In 1^2-0^2=1 cases "1" is the maximum for A, with p=1/5 A wins ( if B has a 1 too).
In 2^2-1^2=3 cases "2" is the maximum for A, with p=2/5 A wins (if B has a 1 or 2).
...
In 5^2-4^2=9 cases "5" is the maximum for A, with p=5/5 A wins (because B can not have a 6).

So R(2,1)= 1/25*1/5 + 3/25*2/5 + 5/25*3/5 + 7/25*4/5 + 9/25*5/5
R(2,1) = (1/5)^3 * (1+6+15+28+45)= (1/5)^3*95

For our case we get:

p(2,1) = (1/6)^3 * (5 + p(2,1) + 50 + 10*p(1,1) + 95)

Substituting p(1,1)=4/7 and solving for p(2,1) we get:

p(2,1) = 1/(6^3-1) * (150+10*4/7) = 218/301 = 0.72425

I will post the general recursive formula to calculate all those possibilities later....

[Gorath]

Here is my recursive formula to calculate the propability that you beat with your x d6s an opponent with y d6s at an open test...

[gknoy]

Wow :) Very nice.

Would anyone else like to implement this (or input it into some Handy Math Calculation Tool (Mathmatica? Matlab?)), or shall I whip up some perl? :-) (which, of no one posts numbers, I might. Next week. :))

One favor, though -- when choosing variables and putting them in monospaced font, Please don't use a lower cased L -- l and 1 look a lot alike. Same for O and 0 ... just as using s and 5 and S is problematic when doing it by hand, a lot of the time. I had a professor that liked to use s, it was bloody annoying. ;)

[Gorath]

When i get some time, i will implify the formula and post some propabilities.Perhaps you could verify p(1,1) and p(2,1) by brute force, so we know the formula is right?
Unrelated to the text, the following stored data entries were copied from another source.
"""Decoding one history element into the volts blocks of one update.

Each function returns a :class:`Decoded`: per point the raw sensor output in volts (what the pipeline
takes, as from a live input), the rate, and for the checks made across elements the number of columns
(text files) and an outside speed (the daemon's snapshots of a tach- or MQTT-fed machine). Sound files and
per-snapshot ``.npz`` go through the one recording reader (:func:`rotorwatch.replay.open_recording`, with
its unit rules); only the first ``analysis.window_s`` seconds of an element are analyzed.
"""

from __future__ import annotations

import warnings
from dataclasses import dataclass
from pathlib import Path
from typing import Any

import numpy as np

from ..errors import InputError
from ..recordings import UNITS, to_volts, unit_name
from ..settings.models import Machine

SOUND_SUFFIXES = (".wav", ".flac", ".aif", ".aiff", ".ogg")


@dataclass
class Decoded:
    blocks_v: dict[str, np.ndarray]
    fs_hz: float | None  # None: no point has samples in this element
    n_columns: int | None = None
    rpm: float | None = None


def window_frames(where: str, fs_hz: float, n_frames: int, window_s: float | None) -> int:
    """Frames of one analysis window (``window_s`` None: the whole element, as ``analyze`` takes it)."""
    if window_s is None:
        return n_frames
    n = int(round(window_s * fs_hz))
    if n < 1 or n_frames < n:
        raise InputError(f"{where}: {n_frames} samples ({n_frames / fs_hz:.3g} s at {fs_hz:g} Hz) is shorter than one "
                         f"analysis window (analysis.window_s = {window_s:g} s)")
    return n


def column_map(where: str, machine: Machine, columns: dict[str, int], n_columns: int) -> dict[str, int]:
    """Point id -> column: the given map, else each point's ``sensor.channel``; a column that is not
    there is an error (a point whose default channel is missing reads no data)."""
    known = {p.id for p in machine.points}
    unknown = [pid for pid in columns if pid not in known]
    if unknown:
        raise InputError(f"--columns: {unknown[0]!r} is not a point of machine {machine.id!r} "
                         f"(points: {', '.join(sorted(known))})")
    if columns:
        missing = {pid: c for pid, c in columns.items() if c >= n_columns}
        if missing:
            pid, c = next(iter(missing.items()))
            raise InputError(f"{where}: has {n_columns} column(s), but point {pid!r} reads column {c} (from 0)")
        return dict(columns)
    mapped = {p.id: p.sensor.channel for p in machine.points if p.sensor.channel < n_columns}
    if not mapped:
        raise InputError(f"{where}: has {n_columns} column(s), but the points of machine {machine.id!r} use channels "
                         + ", ".join(f"{p.id}: {p.sensor.channel}" for p in machine.points) + " (map them with --columns)")
    return mapped


def to_blocks(where: str, data: np.ndarray, fs_hz: float, unit: str, machine: Machine, columns: dict[str, int],
              window_s: float | None) -> Decoded:
    """Frames x columns in ``unit`` -> the first window of each mapped point, in volts."""
    n_win = window_frames(where, fs_hz, data.shape[0], window_s)
    mapped = column_map(where, machine, columns, data.shape[1])
    blocks = {pid: to_volts(np.asarray(data[:n_win, c], dtype=float), unit, machine.point(pid).sensor.volts_per_m_s2)
              for pid, c in mapped.items()}
    return Decoded(blocks, fs_hz, int(data.shape[1]))


def need_unit(where: str, unit: str | None) -> str:
    name = unit_name(unit) if unit is not None else None
    if name is None:
        what = f"unit {unit!r} is not one of {', '.join(UNITS)}" if unit is not None else "the unit of its samples is unknown"
        raise InputError(f"{where}: {what}: give --unit g, --unit m/s2 or --unit volts (or unit in the description)")
    return name


def decode_sound_or_npz(path: Path, machine: Machine, unit: str | None, window_s: float | None) -> Decoded:
    """One WAV (or other sound file) or per-snapshot ``.npz``, through the one recording reader."""
    from ..recordings import open_recording as open_file
    from ..replay import open_recording

    if window_s is None:  # the whole element
        with open_file(path) as whole:
            window_s = whole.n_frames / whole.fs_hz

    rec = open_recording(path, machine, unit, window_s)
    try:
        blocks = next(rec.windows)
    finally:
        rec.windows.close()  # type: ignore[attr-defined]
    return Decoded(blocks, rec.fs_hz)


def read_text(path: Path, delimiter: str | None, header_lines: int) -> np.ndarray:
    """A delimited text file -> frames x columns (float64); every malformed case is one line."""
    try:
        with warnings.catch_warnings():
            warnings.simplefilter("ignore", UserWarning)  # numpy's "Empty input file": said below in one line
            data = np.loadtxt(path, delimiter=delimiter, skiprows=header_lines, ndmin=2, dtype=np.float64)
    except UnicodeDecodeError:
        raise InputError(f"{path}: not a delimited text file (binary content)") from None
    except ValueError as e:
        reason = str(e).split(";")[0].strip().rstrip(".")
        raise InputError(f"{path}: not a table of numbers with header_lines = {header_lines} and delimiter = "
                         f"{delimiter or 'white space'!r}: {reason}") from None
    except OSError as e:
        raise InputError(f"{path}: cannot read: {e.strerror or e}") from None
    if data.size == 0:
        raise InputError(f"{path}: holds no samples (empty after {header_lines} header line(s))")
    if not np.all(np.isfinite(data)):
        row = int(np.argwhere(~np.isfinite(data))[0][0]) + header_lines + 1
        raise InputError(f"{path}: line {row}: a value that is not a finite number")
    return data


def decode_text(path: Path, spec: Any, machine: Machine, window_s: float | None) -> Decoded:
    if spec.sample_rate_hz is None:
        raise InputError(f"{path}: a text file carries no sample rate: give --sample-rate HZ "
                         f"(or sample_rate_hz in the history description)")
    unit = need_unit(str(path), spec.unit)
    data = read_text(path, spec.delimiter, spec.header_lines)
    return to_blocks(str(path), data, float(spec.sample_rate_hz), unit, machine, spec.columns, window_s)


def decode_snapshot(store: Any, snap_id: str, machine: Machine) -> Decoded:
    """One evidence snapshot of the daemon: each point's waveform (m/s^2) back to the sensor's volts."""
    doc = store.load(snap_id)
    blocks: dict[str, np.ndarray] = {}
    rates = set()
    for p in machine.points:
        entry = doc.get("points", {}).get(p.id) or {}
        if not entry.get("waveform_file"):
            continue
        wave_m_s2, fs = store.read_waveform(snap_id, p.id)
        blocks[p.id] = np.asarray(wave_m_s2, dtype=np.float64) * p.sensor.volts_per_m_s2
        rates.add(float(fs))
    if len(rates) > 1:
        raise InputError(f"{store.root / snap_id}: points sampled at different rates ({', '.join(map(str, sorted(rates)))} Hz)")
    speed = doc.get("speed") or {}
    outside = speed.get("source") in ("tach", "mqtt") and speed.get("rpm")
    fs_hz = rates.pop() if rates else None
    return Decoded(blocks, fs_hz, rpm=float(speed["rpm"]) if outside else None)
I change the index small "L" in the last sum to n...

[gknoy]

wow, cool =)

although, in this case, it might be easier to calculate it than to verify by brute force -- simply because the testing seems like it will take a bit of code to do. ;)

[Gorath]

Okay, here it is:

[phelious fogg]

I just wanted to say, I HATE STATISTICS. That said I feel better. Maybe Ill give some time to think of a good combinatorics proof for this over the weekend. Gah, why cant you people ask a math question on Graph Theory or something.. sheesh..

[Gorath]

I hate statistics, combinatory too. But someone has to do the dirty job :rotfl:

phelious fogg as you are good in math i would appreciate if you could check my given formulas.